Three things The Podcast Show London 2026 taught me about the future of podcasting

Alex Lamb reflects on the biggest themes from The Podcast Show London 2026, from video-first podcasting and niche audiences to the growing importance of community-led content.

Somewhere between Bishop’s Stortford and Liverpool Street Station, while listening to a podcast on the train heading to The Podcast Show London, I realised I was probably on my way to the only event where that counts as ‘pre-event research’.

Once there, one thing became very clear: podcasting has evolved far beyond audio in the way I had just been listening to it for the past hour and a half.

Across sessions featuring broadcasters, creators, studios and platforms, the same themes kept surfacing. Video is now central to podcast growth. Niche audiences are becoming incredibly valuable, and the strongest shows are no longer just podcasts: they’re built around communities.

Three sessions in particular stood out:

While each approached the industry from a different angle, together they painted a clear picture of where podcasting is heading next.

  1. Video-first is now the standard

One of the biggest takeaways from the day was how naturally speakers referred to podcasts as ‘video products’. A few years ago, filming podcasts still felt optional. Now, it feels essential.

During a session featuring Piers Morgan (who was sporting an Arsenal shirt fresh off the back of the team winning the league) there was much discussion about the convergence of traditional media and creator-led content. Broadcasters are embracing creator behaviours, with Morgan saying that if you “want to see where the world is going, look at how the young people are consuming their content”. As a result,  digital creators are building increasingly sophisticated media businesses around video-led formats.

That same point came up again during the football-focused panel with Jamie Carragher (Host of Stick to Football) and teams behind The Overlap and The Fellas Podcast.

One particularly interesting point was around how audiences now consume podcasts through YouTube on their TVs rather than through traditional podcast apps. Podcasts are increasingly competing with mainstream entertainment and broadcast viewing habits, not just on the radio in the car or the kitchen.That shift changes everything from production style to distribution strategy.

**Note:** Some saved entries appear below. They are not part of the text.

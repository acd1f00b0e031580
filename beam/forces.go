package beam

import "soffit.example/units"

// Action is what one combination asks of one section.
type Action struct {
	Combination string
	Span        int // 1-based; zero for a demand given directly
	At          units.Length
	Moment      units.Moment
	Shear       units.Force
	Torque      units.Moment
	Axial       units.Force
}

// Forces are the factored forces of a problem: of every combination along
// every span, or the demands that the caller gave.
type Forces struct {
	spans   []spanForces
	demands []Action
}

// Demands lists the demands that the caller gave in place of spans.
func (f *Forces) Demands() []Action { return f.demands }

// Spans is the number of analysed spans; zero with demands given directly.
func (f *Forces) Spans() int { return len(f.spans) }

// Moment is the action with the largest moment of a sense between two
// positions of a span, at its true position. ok is false where no
// combination bends that way. With demands given directly span and positions
// are ignored.
func (f *Forces) Moment(s Sense, span int, from, to units.Length) (a Action, ok bool) {
	panic("soon")
}

// Shear is the action with the largest magnitude of shear between two
// positions of a span.
func (f *Forces) Shear(span int, from, to units.Length) (a Action, ok bool) {
	panic("soon")
}

// Combinations is the number of combinations analysed, which Action counts
// through from zero.
func (f *Forces) Combinations() int { panic("soon") }

// Action is what combination i asks at a position of a span, with its shear
// and moment simultaneous; where a force jumps, right picks the side.
func (f *Forces) Action(i, span int, at units.Length, right bool) Action {
	panic("soon")
}

// Breaks appends the positions in a span where the shear or moment of any
// combination changes its expression: supports, loads, load ends.
func (f *Forces) Breaks(dst []units.Length, span int) []units.Length {
	panic("soon")
}

type spanForces struct{}
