// setBent takes the bent bars of a layout.
func (t *Trial) setBent(f *faults, l *Layout) {
	if len(l.Bent) > maxRows {
		f.add("/layout/bent", fmt.Sprintf("at most %d", maxRows), "%d groups of bent bars given", len(l.Bent))
		return
	}
	for i := range l.Bent {
		b := l.Bent[i]
		path := fmt.Sprintf("/layout/bent/%d", i)
		size, err := t.Catalog.Size(b.Bar)
		if err != nil {
			f.add(path+"/bar", "a size of "+t.Catalog.ID(), "%v", err)
			continue
		}
		if len(t.Brief.Spans) == 0 {
			f.add(path, "a brief with spans", "bent bars have a place along a span, and demands have none")
			continue
		}
		setIfZero(&b.Span, 1)
		setIfZero(&b.Bends, 1)
		f.count(path+"/count", "count", b.Count, 1, mostBars)
		f.count(path+"/bends", "bends", b.Bends, 1, mostBars)
		f.count(path+"/span", "span", b.Span, 1, len(t.Brief.Spans))
		if !(b.Angle >= leastSlope && b.Angle <= 90) {
			f.add(path+"/angle", fmt.Sprintf("%g to 90 degrees", leastSlope), "angle is %g", b.Angle)
		}
		if b.Rises != "left" && b.Rises != "right" {
			f.add(path+"/rises", "left, right", "rises is %q", b.Rises)
		}
		if b.Bends > 1 && !(b.Spacing.Amount().SI() > 0) {
			f.add(path+"/spacing", "above zero", "groups of bent bars need the distance between them, and it is %s", t.System.Format(b.Spacing.Amount()))
		}
		if b.Span >= 1 && b.Span <= len(t.Brief.Spans) {
			f.within(path+"/at", "place", b.At.Amount(), units.Length{}.Amount(), t.Brief.Spans[b.Span-1].Amount())
		}
		t.Bent, t.BentBar = append(t.Bent, b), append(t.BentBar, size)
	}
}

// leastSlope is the flattest that a bar or a stirrup may lie across the web, in
// degrees; a code may ask for more.
const leastSlope = 15.0

// mostLayers is the most layers that a layout may have at a face.
const mostLayers = 20

const (
	maxRows  = 500
	mostBars = 1000
)

// setZones takes the stirrup zones of a layout and returns the stirrup that
// the bars lie in: the largest of them.
func (t *Trial) setZones(f *faults, l *Layout) bars.Size {
	var stirrup bars.Size
	member := len(t.Brief.Spans) > 0
	for i := range l.Transverse {
		z := l.Transverse[i]
		path := fmt.Sprintf("/layout/transverse/%d", i)
		size, err := t.Catalog.Size(z.Bar)
		if err != nil {
			f.add(path+"/bar", "a size of "+t.Catalog.ID(), "%v", err)
			continue
		}
		if z.Legs < 2 || z.Legs > 20 {
			f.add(path+"/legs", "2 to 20", "legs is %d", z.Legs)
		}
		if !(z.Spacing.Amount().SI() > 0) || f.mostSide.Less(z.Spacing) {
			f.add(path+"/spacing", "above zero, to "+f.system.Format(f.mostSide.Amount()), "spacing is %s", f.system.Format(z.Spacing.Amount()))
			continue
		}
		if z.Angle != 0 && !(z.Angle >= leastSlope && z.Angle <= 90) {
			f.add(path+"/angle", fmt.Sprintf("%g to 90 degrees", leastSlope), "angle is %g", z.Angle)
		}
		if z.Form != "" && z.Form != "closed" && z.Form != "open" {
			f.add(path+"/form", "closed, open", "form is %q", z.Form)
		}
		if member {
			setIfZero(&z.Span, 1)
			if z.Span < 1 || z.Span > len(t.Brief.Spans) {
				f.add(path+"/span", fmt.Sprintf("1 to %d", len(t.Brief.Spans)), "span is %d", z.Span)
				continue
			}
			if span := t.Brief.Spans[z.Span-1]; z.From.Amount().SI() < 0 || !z.To.AtMost(span) || !z.From.Less(z.To) {
				f.add(path+"/to", "a length of the span, from before to", "the zone runs from %s to %s", f.system.Format(z.From.Amount()), f.system.Format(z.To.Amount()))
				continue
			}
			if need := stirrupCount(z); z.Count == 0 {
				z.Count = need
			} else if z.Count < need || z.Count > need+1 {
				f.add(path+"/count", fmt.Sprintf("%d, or %d", need, need+1), "%d stirrups at %s do not make up the zone", z.Count, f.system.Format(z.Spacing.Amount()))
			}
		} else if len(t.Zones) > 0 {
			f.add(path, "one zone with demands", "more than one zone is given, and demands have no place along the beam")
			continue
		}
		t.Zones = append(t.Zones, z)
		t.ZoneBar = append(t.ZoneBar, size)
		if stirrup.IsZero() || stirrup.Diameter.Less(size.Diameter) {
			stirrup = size
		}
	}
	for i := range t.Zones {
		for j := range t.Zones[:i] {
			a, b := &t.Zones[i], &t.Zones[j]
			if a.Span == b.Span && member && !a.To.AtMost(b.From) && !b.To.AtMost(a.From) {
				f.add(fmt.Sprintf("/layout/transverse/%d", i), "zones that do not overlap", "zones %d and %d overlap", j, i)
			}
		}
	}
	return stirrup
}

Short-form clips also came up repeatedly throughout the day. Rather than replacing long-form content, they’re now acting as discovery tools, helping audiences find personalities, moments and conversations before committing to full episodes.

  1. The power of niche audiences

The session To Niche or Not To Niche? offered some of the strongest insight into audience growth and community-building.

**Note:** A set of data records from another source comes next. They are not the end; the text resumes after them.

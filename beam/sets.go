package beam

import (
	"math"

	"soffit.example/bars"
	"soffit.example/units"
)

// sets lists the sets of bars worth trying at a face inside a stirrup size,
// lightest first. A face that is never in tension gets bars to hold the
// stirrups.
func (s *search) sets(face Face, tie bars.Size) []barSet {
	sense := tensionSense(face)
	bent := s.bent(sense)
	var sets []barSet
	most := 0 // of a size in a layer; in turn, of the next smaller one
	for i := range s.main {
		size := &s.main[i]
		if !bent && s.p.Twisted {
			most, _, _ := s.bounds(sense, tie, size)
			sets = uniformSets(sets, size, 2, most, 1)
			continue
		}
		if !bent {
			if len(sets) == 0 && (tie.Area.AtMost(size.Area) || i == len(s.main)-1) {
				sets = uniformSets(sets, size, 2, s.p.Brief.Preferences.MaxLegs, 1)
			}
			continue
		}
		smaller := most
		var least units.Area
		var ok bool
		if most, least, ok = s.bounds(sense, tie, size); !ok || most < 2 {
			continue
		}
		fewest := int(math.Ceil(least.Ratio(size.Area)-1e-9)) - 1 // one too few is tried, for the record
		room := s.flangeRoom(face, tie, size)
		if room.sides > 0 {
			fewest = 2
		}
		uniform := uniformSets(nil, size, fewest, most, s.p.Brief.Preferences.MaxLayers)
		sets = append(sets, room.withFlange(uniform, size, least, s.p.Brief.Preferences.SpacingBy)...)
		if s.p.Brief.Preferences.Mixed && i > 0 && room.sides > 0 {
			small := s.flangeRoom(face, tie, &s.main[i-1])
			sets = append(sets, small.withFlange(uniform, &s.main[i-1], least, s.p.Brief.Preferences.SpacingBy)...)
		}
		if room.sides == 0 && s.p.Brief.Preferences.Mixed && i > 0 && s.main[i].Order == s.main[i-1].Order+1 {
			sets = mixedSets(sets, size, &s.main[i-1], least, most, smaller, s.p.Brief.Preferences.MaxLayers)
		}
	}
	sets = s.bundled(sets, face, tie)
	sortSets(sets)
	return sets
}

// bundled appends sets of bundles, two to a layer or more, at a face that is
// in tension.
func (s *search) bundled(sets []barSet, face Face, tie bars.Size) []barSet {
	if sense := tensionSense(face); len(s.bundles) > 0 && s.bent(sense) {
		for i := range s.bundles {
			unit := &s.bundles[i]
			if most, least, ok := s.bounds(sense, tie, unit); ok && most >= 2 {
				fewest := int(math.Ceil(least.Ratio(unit.Area)-1e-9)) - 1
				sets = uniformSets(sets, unit, fewest, most, s.p.Brief.Preferences.MaxLayers)
			}
		}
	}
	return sets
}

// flangeRoom is the room beside the web for bars of a size at a face in tension
// whose steel the code spreads over a flange. With the smaller of two sizes it
// is right for the larger in the web, whose outermost bar stands further in.
func (s *search) flangeRoom(face Face, tie bars.Size, size *bars.Size) (r flangeRoom) {
	web := s.p.Brief.Section.Width
	beyond := s.p.Code.Spread(s.p.Problem, face).Sub(web).Scale(0.5)
	s.t.enclose(tie, *size)
	radius := size.Diameter.Scale(0.5)
	// A bar beside the web begins where the stirrup's cover ends.
	edge := s.t.Cover.Add(radius)
	left, right := s.p.Brief.Section.Overhangs(face)
	r.reach = beyond
	for _, over := range [2]units.Length{left, right} {
		if !over.IsZero() {
			r.sides++
			r.reach = r.reach.Min(over.Sub(edge))
		}
	}
	r.least = size.Diameter.Add(s.p.Code.Gaps(s.p.Problem).InLayer.Least.Max(size.Diameter.Scale(s.p.Code.Gaps(s.p.Problem).InLayer.Diameters)))
	if !radius.Less(r.reach) {
		return flangeRoom{}
	}
	inset := s.t.Cover.Add(tie.Diameter).Add(radius)
	if bend, err := tie.Bend(bars.Stirrup); err == nil && !s.p.Brief.Readings.TuckedCorner {
		inset = s.t.Cover.Add(tie.Diameter).Add(radius.Max(bend.Inside.Scale(0.5)))
	}
	r.reach, r.web = r.reach.Add(inset), web.Sub(inset.Scale(2))
	r.least = r.least.Max(inset.Add(radius)) // the first stands clear of the web
	return r
}

// bounds are the most bars of a size in a layer, and the least tension steel
// that the code could accept at the depth of a single layer of them.
func (s *search) bounds(sense Sense, tie bars.Size, size *bars.Size) (most int, least units.Area, ok bool) {
	s.t.enclose(tie, *size)
	cage := s.t.cage()
	most, err := cage.MostInLayer(*size, s.p.Code.Gaps(s.p.Problem).InLayer)
	if err != nil {
		return 0, least, false
	}
	least, ok = s.p.Code.LeastTension(s.p.Problem, sense, s.singleLayerDepth(tie, *size))
	return most, least, ok
}

// singleLayerDepth is the effective depth of one layer of a size resting on
// the stirrup, with the cover of the trial.
func (s *search) singleLayerDepth(tie, size bars.Size) units.Length {
	_, rests, _ := size.Extent()
	return s.p.Brief.Section.Depth.Sub(s.t.Cover).Sub(tie.Diameter).Sub(rests)
}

Callum Airey, co-founder of The Fellas Studios, made a compelling case for creators “niching down” early rather than trying to appeal to everyone immediately. His  simple logic is that communities form around shared interests and identity. Broad content may attract views, but niche content builds loyalty.

Particularly interesting was the idea that “niche” isn’t just about topic, it’s about audience behaviours. 

Using football as an example, speakers discussed how different shows serve different fan needs. Some audiences want tactical analysis, others want entertainment, reaction content or fan culture. The successful creators understand exactly what audience they’re serving and build content around that. That feels increasingly relevant for brands too.

  1. Community matters more than reach

The word ‘community’ came up constantly throughout the day. Not listeners. Not viewers. Communities.

That shift says a lot about where podcasting is heading. The most successful shows today are no longer passive experiences; audiences want interaction, participation and conversation.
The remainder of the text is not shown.